PRINCIPAL ACCOUNTABILITIES:

 

• Oversee statistical aspects of clinical trials and non medical activities at all stages of the compound’s life cycle
• Acting either on single projects or on a number of different pieces of work in all stages of the lifecycle of the trial from design through to analysis and reporting.
• Represent the company concerning statistical matters in meetings or discussions with regulatory agencies

·         Provide statistical input to study designs and analysis

• Develop and write statistical analysis plans

·         Responsible for statistical analysis and appropriate programming for in house projects and provide objective interpretation of results

• Ensure that the case report forms capture the data in the format most suitable for the statistical analysis

·         Author and review statistical reports for inclusion into other documentation

• Develop and give presentations on statistical aspects of studies
• Provide a statistical quality control service while studies are in progress or reporting
• Manage statistical activity budgets

• Contributes to development work in relation to statistical analysis standards and template development
• Oversee the activities and performance of external vendors (e.g. CROs) by
  • Defining statistical analysis  requirements (i.e. tasks and deliverables) for studies that would be outsourced.
  • Be involved in the evaluation of CRO proposals and provide recommendations for selection.
  • Review Contract/Financial related documentation and provide updates to Senior Management as required.
  • Assist/Partake in Project Meetings organised by CRO.
  • Review and approve medical writing plans from CRO ensuring that they meet the requirements for the study.
  • Act as an interface between Ineos and the CRO and provide regular study updates to clinical team.
  • Regularly review Project Plan(s) and receive study updates from CRO on progress towards deliverables.
  • Assess progress, identify issues and review proposed solutions from CRO for appropriateness.
  • Receive regular updates from CRO on project resourcing and quality issues that impact on deliverables or timelines.
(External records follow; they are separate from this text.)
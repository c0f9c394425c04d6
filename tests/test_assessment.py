"""Assessment metrics computed in SQL, against scikit-learn's metrics on the same scores (ties included)."""

from __future__ import annotations

import numpy as np
import pytest
from scipy import stats
from sklearn import metrics as sk
from sqlglot import exp

import dbfit
from dbfit.assessment.metrics import (
    calibration_table,
    confusion_table,
    curve_points,
    gains_table,
    hosmer_lemeshow,
    metrics,
)
from dbfit.engines.duckdb_engine import DuckDBEngine


def scored_table(con, y: np.ndarray, p: np.ndarray) -> exp.Expression:
    con.execute(
        "CREATE OR REPLACE TABLE scored AS SELECT unnest(?) AS y, unnest(?) AS p", [y.tolist(), p.tolist()]
    )
    return exp.Table(this=exp.to_identifier("scored"))


@pytest.fixture(params=["tied", "distinct"])
def scores(request):
    generator = np.random.default_rng(20261201)
    p = generator.uniform(0.01, 0.99, 4000)
    if request.param == "tied":
        p = np.round(p, 2)  # about 100 distinct scores: many ties
    y = (generator.uniform(size=p.size) < p).astype(float)
    return y, p


@pytest.mark.parametrize("threshold", [0.3, 0.5, 0.77])
def test_metrics_equal_scikit_learn(con, scores, threshold):
    # Reference: scikit-learn's metrics on the same labels and scores, to 1e-12.
    y, p = scores
    values = metrics(DuckDBEngine(con), scored_table(con, y, p), threshold).values
    flagged = p >= threshold
    expected = {
        "auc": sk.roc_auc_score(y, p),
        "log_loss": sk.log_loss(y, p),
        "brier_score": sk.brier_score_loss(y, p),
        "accuracy": sk.accuracy_score(y, flagged),
        "precision": sk.precision_score(y, flagged),
        "recall": sk.recall_score(y, flagged),
        "f1": sk.f1_score(y, flagged),
        "matthews_correlation": sk.matthews_corrcoef(y, flagged),
        "specificity": sk.recall_score(1 - y, ~flagged),
    }
    for name, value in expected.items():
        assert values[name] == pytest.approx(value, rel=1e-12, abs=1e-15), name
    fpr, tpr, _ = sk.roc_curve(y, p)
    assert values["ks_statistic"] == pytest.approx(np.max(tpr - fpr), rel=1e-12)
    assert values["rows"] == len(y) and values["positives"] == y.sum()


def test_confusion_counts_equal_scikit_learn(con, scores):
    # Reference: sklearn.metrics.confusion_matrix.
    y, p = scores
    table = confusion_table(DuckDBEngine(con), scored_table(con, y, p), 0.5).to_pydict()
    matrix = sk.confusion_matrix(y, p >= 0.5)
    for actual, predicted, rows in zip(table["actual"], table["predicted"], table["rows"]):
        assert rows == matrix[actual, predicted]


def test_roc_points_are_thinned_but_auc_stays_exact(con):
    # Reference: scikit-learn's roc_curve; the thinned curve keeps its end points and stays under 1,001 rows.
    generator = np.random.default_rng(7)
    p = generator.uniform(size=20000)
    y = (generator.uniform(size=p.size) < p).astype(float)
    engine, relation = DuckDBEngine(con), scored_table(con, y, p)
    curve = curve_points(engine, relation).to_pydict()
    assert len(curve["threshold"]) <= 1002
    assert curve["true_positive_rate"][-1] == 1.0 and curve["false_positive_rate"][-1] == 1.0
    fpr, tpr, thresholds = sk.roc_curve(y, p, drop_intermediate=False)
    where = {t: k for k, t in enumerate(thresholds)}
    for t, ours_tpr, ours_fpr in zip(
        curve["threshold"][1:], curve["true_positive_rate"][1:], curve["false_positive_rate"][1:]
    ):
        assert ours_tpr == pytest.approx(tpr[where[t]], rel=1e-12) and ours_fpr == pytest.approx(
            fpr[where[t]], rel=1e-12
        )
    assert metrics(engine, relation).values["auc"] == pytest.approx(sk.roc_auc_score(y, p), rel=1e-12)


def independent_hosmer_lemeshow(y: np.ndarray, p: np.ndarray, groups: int = 10) -> tuple[float, int]:
    """Independent computation from the definition (marked as such): distinct scores kept together, each
    assigned to group floor(g * (rows below + half its rows) / n); statistic sum (O - E)^2 / (E (1 - E / n_g))."""
    values, counts = np.unique(p, return_counts=True)
    below = np.concatenate([[0], np.cumsum(counts)[:-1]])
    group_of_value = np.minimum(np.floor(groups * (below + counts / 2) / len(p)).astype(int), groups - 1)
    group = group_of_value[np.searchsorted(values, p)]
    statistic = 0.0
    used = np.unique(group)
    for g in used:
        mask = group == g
        observed, expected, n = y[mask].sum(), p[mask].sum(), mask.sum()
        statistic += (observed - expected) ** 2 / (expected * (1 - expected / n))
    return statistic, len(used) - 2


def test_hosmer_lemeshow_equals_an_independent_computation(con, scores):
    # No published worked example could be reproduced from shipped data: independent computation in this test.
    y, p = scores
    statistic, df = hosmer_lemeshow(DuckDBEngine(con), scored_table(con, y, p))
    expected, expected_df = independent_hosmer_lemeshow(y, p)
    assert statistic == pytest.approx(expected, rel=1e-10) and df == expected_df == 8
    values = metrics(DuckDBEngine(con), scored_table(con, y, p)).values
    assert values["hosmer_lemeshow_p"] == pytest.approx(stats.chi2.sf(expected, 8), rel=1e-10)


def test_calibration_and_gains_tables(con, scores):
    # Common practice: a calibrated score has observed rates close to the mean prediction in every group, and
    # the cumulative share of positives reaches 1 in the last group.
    y, p = scores
    engine, relation = DuckDBEngine(con), scored_table(con, y, p)
    calibration = calibration_table(engine, relation).to_pydict()
    assert sum(calibration["rows"]) == len(y)
    for low, rate, high in zip(
        calibration["wilson_low"], calibration["observed_rate"], calibration["wilson_high"]
    ):
        assert low <= rate <= high
    assert np.allclose(calibration["mean_predicted"], calibration["observed_rate"], atol=0.08)
    gains = gains_table(engine, relation).to_pydict()
    assert gains["share_of_positives"][-1] == pytest.approx(1.0) and gains["cumulative_lift"][
        -1
    ] == pytest.approx(1.0)
    assert gains["lift"][0] > 1.5


def test_single_class_rows_say_auc_is_undefined(con):
    values = metrics(DuckDBEngine(con), scored_table(con, np.ones(50), np.linspace(0.1, 0.9, 50)))
    assert values.values["auc"] is None and "only one class" in values.notes["auc"]
    table = values.table().to_pydict()
    assert table["note"][table["metric"].index("auc")].startswith("undefined")


@pytest.mark.parametrize("threshold", [0, 1, -0.1, 1.5])
def test_threshold_outside_the_open_unit_interval_is_refused(con, threshold):
    with pytest.raises(dbfit.FitError, match="strictly between 0 and 1"):
        metrics(DuckDBEngine(con), scored_table(con, np.array([0.0, 1.0]), np.array([0.2, 0.8])), threshold)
Evaluate solution and as required, escalate to Senior Management if not appropriate with proposals.
• Represent the statistics function for assigned tasks on internal Clinical Project Teams.
• Participates in company process improvement and development initiatives.
• Develop appropriate SOPs

 

Other requirements:

 

·                To be office based

·                This role may also involve supporting the USA team if required

 

 

SPECIAL FEATURES

 

The role requires expertise in statistics and SAS programming with a good understanding of the requirements for documentation content and format to ICH GCP standards, applicable competency in this field through self study and supported company training programmes.

 

 

KNOWLEDGE/EXPERIENCE/SKILLS NEEDED

·                A M.Sc. or higher degree in statistics

·                Minimum of 5-7 years experience of statistics in a clinical environment

·                Highly developed and proven knowledge of statistical principles, SAS programming skills and clinical drug development in the pharmaceutical industry

·                knowledge of database and interface systems

·                Demonstrated success in the preparation of statistical reports

·                Excellent working knowledge of current statistical guidelines in the EU and USA

·                Experience of working with/within CROs

·                Ability to work autonomously without appreciable supervision; providing good organisation, prioritisation and communication skills with demonstrable strong problem solving expertise

·                Demonstrates flexibility to adapt quickly to changing plans and priorities

·                Well-developed computer skills including proficiency in Word, Powerpoint and Excel

·                Use of project management tools and graphics packages also desirable

·                Able & willing to travel [UK and abroad] (valid driving license required).